What you should do » State how many lines in the material hold the string "STOOL"; nothing besides that number is expected.

Data provided »
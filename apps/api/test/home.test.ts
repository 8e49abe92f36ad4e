import { afterAll, beforeAll, describe, expect, it } from 'vitest';
import { homeSummarySchema, weekStartOf } from '@millrace/contracts';
import { createTestContext, type TestContext } from './support/test-app';
import { createProduct, createWorkCenter } from './support/master-data';

let ctx: TestContext;
beforeAll(async () => {
  ctx = await createTestContext();
});
afterAll(async () => ctx?.close());

describe('home summary (GET /api/home)', () => {
  it('when firm demand needs 50 h on a 1 × 8 h × 5 day work center, then the current week shows 40 h available and over-loaded, for every role', async () => {
    const planner = await ctx.agentFor('planner');
    const thisWeek = weekStartOf(new Date().toISOString().slice(0, 10), 'monday');
    // 1 shift × 8 h × 5 days = 40 h (DOMAIN.md §3, common practice, no source)
    const wc = await createWorkCenter(planner, { code: 'H-BENCH', efficiency: 1, shiftPattern: { shiftsPerDay: 1, hoursPerShift: 8, daysPerWeek: 5, shiftStarts: ['07:00'] } });
    const p = await createProduct(planner, { code: 'H-STOOL' });
    expect((await planner.put(`/api/products/${p.id}/routing`).send({ version: p.version, steps: [{ sequence: 10, workCenterId: wc.id, hoursPerUnit: 0.5 }] })).status).toBe(200);
    expect(
      (await planner.put('/api/demand').send({ changes: [{ kind: 'firm', productId: p.id, weekStart: thisWeek, orderRef: 'SO-H1', qty: 100, version: null }] })).status,
    ).toBe(200);

    for (const role of ['admin', 'planner', 'supervisor', 'floor_lead'] as const) {
      const agent = await ctx.agentFor(role);
      const res = await agent.get('/api/home?weeks=3');
      expect(res.status).toBe(200);
      const summary = homeSummarySchema.parse(res.body);
      expect(summary.weeks[0]).toBe(thisWeek);
      const cells = summary.workCenters.find((w) => w.code === 'H-BENCH')!.cells;
      expect(cells[0]).toMatchObject({ availableHours: 40, requiredHours: 50, loadPct: 125, status: 'over_loaded' });
      expect(cells[1]).toMatchObject({ availableHours: 40, requiredHours: 0, status: 'within_capacity' });
      expect(summary.firmDemand).toEqual([{ productCode: 'H-STOOL', productName: 'Product H-STOOL', unit: 'pcs', qtyByWeek: [100, 0, 0] }]);
    }
  });

  it('when the calendar gives the current week one holiday and 2 h downtime, then 1 × 8 × 4 − 2 = 30 h are available', async () => {
    const planner = await ctx.agentFor('planner');
    const thisWeek = weekStartOf(new Date().toISOString().slice(0, 10), 'monday');
    const list = await planner.get('/api/work-centers?q=H-BENCH');
    const wc = list.body.items[0];
    const res = await planner.put(`/api/work-centers/${wc.id}/calendar`).send({ version: wc.version, weeks: [{ weekStart: thisWeek, holidayDays: 1, downtimeHours: 2 }] });
    expect(res.status, JSON.stringify(res.body)).toBe(200);
    const summary = homeSummarySchema.parse((await planner.get('/api/home?weeks=1')).body);
    expect(summary.workCenters.find((w) => w.code === 'H-BENCH')!.cells[0]).toMatchObject({ availableHours: 30, requiredHours: 50 });
  });

  it('when weeks is out of range, then 400 on query.weeks', async () => {
    const planner = await ctx.agentFor('planner');
    const res = await planner.get('/api/home?weeks=99');
    expect(res.status).toBe(400);
    expect(res.body.error.fields).toEqual([{ path: 'query.weeks', message: 'At most 26 weeks.' }]);
  });
});
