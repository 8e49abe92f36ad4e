import { afterAll, beforeAll, describe, expect, it } from 'vitest';
import type { DataSource } from 'typeorm';
import { createDataSource, migrations } from '../src/db/data-source';
import { createEmptyDatabase } from './support/test-db';

let db: Awaited<ReturnType<typeof createEmptyDatabase>>;
let ds: DataSource;
beforeAll(async () => {
  db = await createEmptyDatabase();
  ds = createDataSource(db.config);
  await ds.initialize();
});
afterAll(async () => {
  if (ds?.isInitialized) await ds.destroy();
  await db?.drop();
});

async function columns(table: string): Promise<string[]> {
  const rows: Array<{ COLUMN_NAME: string }> = await ds.query(
    'SELECT COLUMN_NAME FROM information_schema.COLUMNS WHERE TABLE_SCHEMA = DATABASE() AND TABLE_NAME = ? ORDER BY ORDINAL_POSITION',
    [table],
  );
  return rows.map((r) => r.COLUMN_NAME);
}

describe('migrations', () => {
  it('when run on an empty database, then every listed migration runs once and the schema matches the entities', async () => {
    const tablesBefore = await ds.query('SHOW TABLES');
    expect(tablesBefore).toEqual([]);
    const ran = await ds.runMigrations({ transaction: 'each' });
    expect(ran.length).toBe((migrations as unknown[]).length);
    expect(await ds.showMigrations()).toBe(false);
    // Entities and tables agree: TypeORM would need no change to the schema.
    const pending = await ds.driver.createSchemaBuilder().log();
    expect(pending.upQueries.map((q) => q.query)).toEqual([]);
  });

  it('when run again, then nothing runs', async () => {
    expect(await ds.runMigrations({ transaction: 'each' })).toEqual([]);
  });

  it('when lucia reads sessions, then the tables have the columns @lucia-auth/adapter-mysql uses', async () => {
    expect(await columns('session')).toEqual(['id', 'user_id', 'expires_at']);
    expect(await columns('person')).toEqual(
      expect.arrayContaining(['id', 'email', 'name', 'role', 'password_hash', 'active', 'version', 'created_at', 'updated_at']),
    );
  });
});
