import type { DataSource } from 'typeorm';
import { LessThanOrEqual } from 'typeorm';
import { SessionEntity } from '../db/entities/session.entity';
import { SignInAttemptEntity } from '../db/entities/sign-in-attempt.entity';
import { signInLimits } from './sign-in-rate-limit';

/** How often each API process sweeps expired sessions and old failed sign-ins (ms). */
export const sweepIntervalMs = 60 * 60 * 1000;

/**
 * Removes sessions past their expiry and failed sign-ins older than the rate-limit window.
 * Idempotent, so several API processes may run it. Returns how many rows went.
 */
export async function deleteExpiredSessions(dataSource: DataSource, now = new Date()): Promise<number> {
  const sessions = await dataSource.getRepository(SessionEntity).delete({ expiresAt: LessThanOrEqual(now) });
  const attempts = await dataSource
    .getRepository(SignInAttemptEntity)
    .delete({ attemptedAt: LessThanOrEqual(new Date(now.getTime() - signInLimits.windowMs)) });
  return (sessions.affected ?? 0) + (attempts.affected ?? 0);
}
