import type { Response } from 'express';
import type { Role } from '@millrace/contracts';

/** The signed-in person as the request pipeline knows them. */
export interface SignedInPerson {
  id: number;
  email: string;
  name: string;
  role: Role;
}

export interface RequestAuth {
  person: SignedInPerson | null;
  sessionId: string | null;
}

declare global {
  // eslint-disable-next-line @typescript-eslint/no-namespace
  namespace Express {
    interface Locals {
      auth?: RequestAuth;
    }
  }
}

/** The signed-in person of a guarded route (the guard has already answered 401 otherwise). */
export function currentPerson(res: Response): SignedInPerson {
  const person = res.locals.auth?.person;
  if (!person) throw new Error('currentPerson(res) used on a route without allow(...)');
  return person;
}
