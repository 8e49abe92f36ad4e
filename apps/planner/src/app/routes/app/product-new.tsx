import { ProductNewPage } from '@/features/products';

export default function ProductNewRoute() {
  return <ProductNewPage />;
}
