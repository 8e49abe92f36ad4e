import { Router } from 'express';
import { signInSchema, type Me, type SessionState } from '@millrace/contracts';
import type { ApiContext } from '../app-context';
import { validate } from '../http/validate-request';
import { currentPerson } from './current-person';
import { allow, everyRole, open } from './guard';
import { setCookie } from './load-session';
import { signIn } from './sign-in.use-case';

/** POST /api/auth/sign-in, POST /api/auth/sign-out, GET /api/me, GET /api/session. */
export function authRouter({ dataSource, lucia }: ApiContext): Router {
  const router = Router();

  const signInInput = validate({ body: signInSchema });
  router.post('/api/auth/sign-in', open(), signInInput, async (req, res) => {
    const { body } = signInInput.from(res);
    const result = await signIn(
      { dataSource, lucia },
      { ...body, ip: req.ip ?? req.socket.remoteAddress ?? 'unknown', previousSessionId: res.locals.auth?.sessionId ?? null },
    );
    setCookie(res, result.sessionCookie);
    res.json(result.me satisfies Me);
  });

  // Open so that signing out with an expired session still clears the cookie.
  router.post('/api/auth/sign-out', open(), async (_req, res) => {
    const sessionId = res.locals.auth?.sessionId;
    if (sessionId) await lucia.invalidateSession(sessionId);
    setCookie(res, lucia.createBlankSessionCookie().serialize());
    res.status(204).end();
  });

  router.get('/api/me', allow(...everyRole), (_req, res) => {
    const { email, name, role } = currentPerson(res);
    res.json({ email, name, role } satisfies Me);
  });

  // Open: answers 200 with or without a session, so the planner can ask who is signed in
  // before anyone has (GET /api/me keeps its 401 for integrators).
  router.get('/api/session', open(), (_req, res) => {
    const person = res.locals.auth?.person;
    const state: SessionState = person ? { signedIn: true, person: { email: person.email, name: person.name, role: person.role } } : { signedIn: false };
    res.json(state);
  });

  return router;
}
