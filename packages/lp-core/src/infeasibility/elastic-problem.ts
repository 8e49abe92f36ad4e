/**
 * The elastic (phase-one) problem used to settle feasibility when the interior-point method
 * stalls without converging: every row gets two non-negative violation columns,
 *
 *   minimise Σ (p_i + q_i)   subject to  rowLower ≤ A x + p − q ≤ rowUpper,  colLower ≤ x ≤ colUpper,
 *
 * which is always feasible and bounded. Its optimal value is the least total row violation;
 * when it is positive the original problem is infeasible and the optimal row duals y (with
 * the column reduced costs z) form a Farkas certificate: Aᵀy + z = 0 on x, and
 * Σ (l_r y⁺ − u_r y⁻) + Σ (l z⁺ − u z⁻) equals the positive optimal value (LP duality).
 */
import type { Problem } from '../problem/problem';

export function elasticProblem(p: Problem): Problem {
  const n = p.c.length;
  const m = p.rowLower.length;
  const A = p.A;
  const nnz = A.colPtr[n];
  const colPtr = new Int32Array(n + 2 * m + 1);
  colPtr.set(A.colPtr);
  const rowIdx = new Int32Array(nnz + 2 * m);
  const values = new Float64Array(nnz + 2 * m);
  rowIdx.set(A.rowIdx.subarray(0, nnz));
  values.set(A.values.subarray(0, nnz));
  for (let i = 0; i < m; i++) {
    for (const [k, sign] of [[0, 1], [1, -1]] as const) {
      const j = n + 2 * i + k;
      rowIdx[colPtr[j]] = i;
      values[colPtr[j]] = sign;
      colPtr[j + 1] = colPtr[j] + 1;
    }
  }
  const c = new Float64Array(n + 2 * m);
  c.fill(1, n);
  const colLower = new Float64Array(n + 2 * m);
  colLower.set(p.colLower);
  const colUpper = new Float64Array(n + 2 * m).fill(Infinity);
  colUpper.set(p.colUpper);
  const colNames = p.colNames.slice();
  for (let i = 0; i < m; i++) colNames.push(`${p.rowNames[i]}+`, `${p.rowNames[i]}-`);
  return {
    name: `${p.name ?? 'problem'} (elastic)`,
    colNames,
    rowNames: p.rowNames,
    c,
    c0: 0,
    A: { m, n: n + 2 * m, colPtr, rowIdx, values },
    rowLower: p.rowLower,
    rowUpper: p.rowUpper,
    colLower,
    colUpper,
  };
}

Solution to the exercise » 2